*** ENTRIES SUPPLIED ***

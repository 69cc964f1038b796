//! `ringsum audit`: checks the inputs before a long run, and compares with a legacy TC.
//!
//! Per station it reports the DEM height and slope there, the station-minus-DEM height
//! (and how far the station would have to move on that slope to explain it), the distance
//! to the DEM's edge, the coverage of the outer-radius disc, the other stations within the
//! near-duplicate distance, and a list of problem codes. With a legacy TC column it runs
//! the engine on every station on DEM data and reports new minus legacy per station, with
//! statistics, the worst stations, a scatter plot and a histogram; with the Hammer preset
//! and per-zone legacy columns, zone by zone as well.
//!
//! Nothing here stops at the first problem: the report lists every station's, and only
//! inputs that cannot be read at all (or legacy values that are not numbers, unless
//! `--skip-bad-legacy`) end the run, before anything is written.

use crate::app::{load_inputs, with_threads, Settings};
use crate::cli::InputArgs;
use crate::engine::pyramid::Pyramid;
use crate::engine::{coverage_with_pyramid, Engine, Point, StationResult};
use crate::output::{check_target, fixed, write_table, Table, Target};
use crate::plot::{
    parse_plot_size, quantile, write_figure, HistogramFigure, PlotFormat, PlotTarget,
    ScatterFigure, ZoneFigure,
};
use crate::sens_cli::{AuditArgs, PlotFormatArg};
use crate::stations::StationTable;
use crate::units::{format_length, parse_length_m, to_mgal, G};
use anyhow::{bail, Context};
use std::collections::HashMap;

/// Names tried, in order, for the legacy TC column (case-insensitive).
pub const LEGACY_NAMES: &[&str] = &[
    "legacy_tc",
    "legacy_tc_mgal",
    "old_tc",
    "old_tc_mgal",
    "tc_old",
    "tc_old_mgal",
    "tc_legacy",
    "tc_legacy_mgal",
];

/// Prefix of the per-zone legacy columns of the Hammer preset: `legacy_tc_B` ... `legacy_tc_M`
/// (and `legacy_tc_A` for the station zone).
pub const LEGACY_ZONE_PREFIX: &str = "legacy_tc_";

/// Slopes below this (degrees) explain no height mismatch by position.
const FLAT_SLOPE_DEG: f64 = 0.5;

/// Problem codes of the report, in the order they are listed.
pub const PROBLEMS: [&str; 6] = [
    "outside_dem",
    "on_nodata",
    "partial_coverage",
    "height_mismatch",
    "near_duplicate",
    "bad_legacy",
];

/// A length option that may be zero (`allow_zero`) or must be positive.
fn parse_threshold(text: &str, option: &str, allow_zero: bool) -> anyhow::Result<f64> {
    let v = parse_length_m(text).map_err(|e| anyhow::anyhow!("{option}: {e}"))?;
    if v < 0.0 || (!allow_zero && v == 0.0) {
        bail!(
            "{option} {text}: give a {} length, e.g. {}",
            if allow_zero {
                "non-negative"
            } else {
                "positive"
            },
            if allow_zero { "1m" } else { "5m" }
        );
    }
    Ok(v)
}

/// Lists up to eight items and how many more there are.
fn list_some(items: &[String]) -> String {
    let shown: Vec<&str> = items.iter().take(8).map(String::as_str).collect();
    let mut s = shown.join("; ");
    if items.len() > 8 {
        s.push_str(&format!("; and {} more", items.len() - 8));
    }
    s
}

/// Refuses a station file with repeated ids, listing all of them (the station reader
/// stops at the first).
pub fn check_duplicate_ids(input: &InputArgs) -> anyhow::Result<()> {
    let path = &input.stations;
    let Ok(mut reader) = csv::ReaderBuilder::new()
        .flexible(true)
        .trim(csv::Trim::All)
        .from_path(path)
    else {
        return Ok(()); // the station reader reports unreadable files
    };
    let Ok(headers) = reader.headers().cloned() else {
        return Ok(());
    };
    let names: Vec<String> = match &input.station_col {
        Some(n) => vec![n.clone()],
        None => crate::stations::STATION_NAMES
            .iter()
            .map(|s| s.to_string())
            .collect(),
    };
    let Some(col) = names.iter().find_map(|n| {
        headers
            .iter()
            .position(|h| h.trim_start_matches('\u{feff}').eq_ignore_ascii_case(n))
    }) else {
        return Ok(());
    };
    let mut lines: HashMap<String, Vec<u64>> = HashMap::new();
    let mut order = Vec::new();
    for record in reader.records().flatten() {
        let id = record.get(col).unwrap_or("").trim().to_string();
        if id.is_empty() {
            continue;
        }
        let line = record.position().map(|p| p.line()).unwrap_or(0);
        let entry = lines.entry(id.clone()).or_default();
        if entry.is_empty() {
            order.push(id);
        }
        entry.push(line);
    }
    let repeated: Vec<String> = order
        .iter()
        .filter(|id| lines[*id].len() > 1)
        .map(|id| {
            let l: Vec<String> = lines[id].iter().map(|n| n.to_string()).collect();
            format!("{id} (lines {})", l.join(", "))
        })
        .collect();
    if !repeated.is_empty() {
        bail!(
            "{}: {} station id(s) are used more than once: {}; give each station a unique id (a re-occupied station needs its own id)",
            path.display(),
            repeated.len(),
            list_some(&repeated)
        );
    }
    Ok(())
}

/// Pairs of stations within `distance` (horizontal, m) of each other, as
/// `(i, j, distance)` with `i < j`.
pub fn near_pairs(xy: &[(f64, f64)], distance: f64) -> Vec<(usize, usize, f64)> {
    let mut order: Vec<usize> = (0..xy.len()).collect();
    order.sort_by(|&a, &b| xy[a].0.total_cmp(&xy[b].0));
    let mut pairs = Vec::new();
    for (k, &i) in order.iter().enumerate() {
        for &j in &order[k + 1..] {
            if xy[j].0 - xy[i].0 > distance {
                break;
            }
            let d = (xy[j].0 - xy[i].0).hypot(xy[j].1 - xy[i].1);
            if d <= distance {
                pairs.push((i.min(j), i.max(j), d));
            }
        }
    }
    pairs.sort_by_key(|p| (p.0, p.1));
    pairs
}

***

### EXERCISE AIM
Check the entries above for the word "there" and copy every line where it turns up.

### RESPONSE AREA
//! Per station it reports the DEM height and slope there, the station-minus-DEM height
/// Lists up to eight items and how many more there are.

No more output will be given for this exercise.